Posted: 1/19/22 at 9:34am

2 hours??? Holy crap! Every time I learn something new about this production it makes me equally more excited and more perplexed. I have a love-hate relationship with this play, so I'm VERY curious to see how it plays cut down to 2 only hours. That's a full 1h45m shorter than the most recent Broadway production. 

Tom-497
#7Has anyone seen “Long Day’s Journey into Night” with Elizabeth Marvel et al.?
Posted: 1/20/22 at 12:44am

SPOILERS THROUGHOUT

 

 

I saw this evening's performance (second preview, I think). Even apart from the normal weaknesses of an early preview, I found it quite bad.

The update to August 2020 is extremely unconvincing. The jump forward more than 100 years from the original setting leads to such absurdities as a 21st-century New Yorker going on about visiting a whorehouse where one of the prostitutes plays piano in the parlor.
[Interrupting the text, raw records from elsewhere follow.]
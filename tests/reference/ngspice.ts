/** Runs Debian's ngspice in batch mode on a circuit and reads its measurements. */
import { spawnSync } from 'node:child_process';
import { existsSync, mkdtempSync, rmSync, writeFileSync } from 'node:fs';
import { tmpdir } from 'node:os';
import { join } from 'node:path';

const NGSPICE = '/usr/bin/ngspice';
const LONGEST_RUN_MS = 60_000;

/**
 * @returns every `name = number` that a `.meas` or `meas` line printed, names in lower case
 * @throws Error where ngspice is not installed or fails: a missing reference is a failed test, not a skipped one
 */
export function simulate(circuit: string): ReadonlyMap<string, number> {
  if (!existsSync(NGSPICE)) throw new Error(`${NGSPICE} is missing: install Debian's ngspice`);
  const directory = mkdtempSync(join(tmpdir(), 'ngspice-'));
  try {
    const file = join(directory, 'circuit.cir');
    writeFileSync(file, circuit);
    const run = spawnSync(NGSPICE, ['-b', file], { cwd: directory, encoding: 'utf8', timeout: LONGEST_RUN_MS });
    if (run.error !== undefined) throw run.error;
    const results = new Map<string, number>();
    for (const [, name = '', value = ''] of run.stdout.matchAll(
      /^\s*(\w+)\s*=\s*([-+]?\d+(?:\.\d+)?(?:e[-+]?\d+)?)/gim,
    ))
      results.set(name.toLowerCase(), Number(value));
    if (results.size === 0) throw new Error(`ngspice measured nothing:\n${run.stdout}\n${run.stderr}`);
    return results;
  } finally {
    rmSync(directory, { recursive: true, force: true });
  }
}

export function measured(results: ReadonlyMap<string, number>, name: string): number {
  const value = results.get(name);
  if (value === undefined)
    throw new Error(`ngspice did not measure ${name}; it measured ${[...results.keys()].join(', ')}`);
  return value;
}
Similarly (if my math is right), in this production Mary Tyrone would have been born in the mid to late 1960s, and yet she notes how -- in what would have been the late 1970s or early 1980s -- actors were rather poorly thought of in society. In fact, Mary's whole deeply Catholic character, nostalgic for a more innocent, spiritual girlhood in a convent, becomes nonsensical in this new context.

I can think of almost nothing positive to say about this production, but it did at least make me realize how successfully, and with what particularity, O'Neill recreated the concerns and patterns of speech of one family on a summer day in 1912 -- the dialog seldom rings even remotely true when placed in 2020. And, at around 2 hours, the show feels twice as long. (Which I guess could be intentional, given the title, but I doubt it.)
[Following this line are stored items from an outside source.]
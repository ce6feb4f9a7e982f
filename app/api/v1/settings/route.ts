import { route } from '@/lib/api/route';
import { changeSettings, getSettings } from '@/lib/workshop/settings';

export const GET = route(getSettings);
export const PATCH = route(changeSettings);
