import { route } from '@/lib/api/route';
import { completeKit } from '@/lib/stores/complete-kit';

export const POST = route(completeKit);
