import { json } from "@/lib/http/answer";
import { route } from "@/lib/http/route";
import { putAway } from "@/lib/services/delivery/put-away";

export const POST = route(
  "delivery.putAway",
  { body: true, version: true },
  async ({ ctx, params, body, version }) => {
    const delivery = await putAway({ ctx, deliveryId: params.id ?? "", version, input: body });
    // Still at it after a few seconds: accepted, and to be asked for.
    const status = delivery.state === "putting-away" ? 202 : 200;
    return json(delivery, { status, version: delivery.version });
  },
);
Next, for the sake of "relevancy," add in Covid, and you get, along with a lot of other foolishness, what to me was by far the worst moment of the production. When the tubercular Edmund starts hacking away, his father screams, "Stop coughing!" and leaps terrified from his seat to the far side of the stage. And Edmund then puts on a mask. This struck me as idiotic in itself and even more ridiculous given that -- in the depths of the pandemic -- the father and both sons have been out barhopping (on Long Island, rather than in Connecticut, it seemed to me, given the copy of Newsday that appears at one point).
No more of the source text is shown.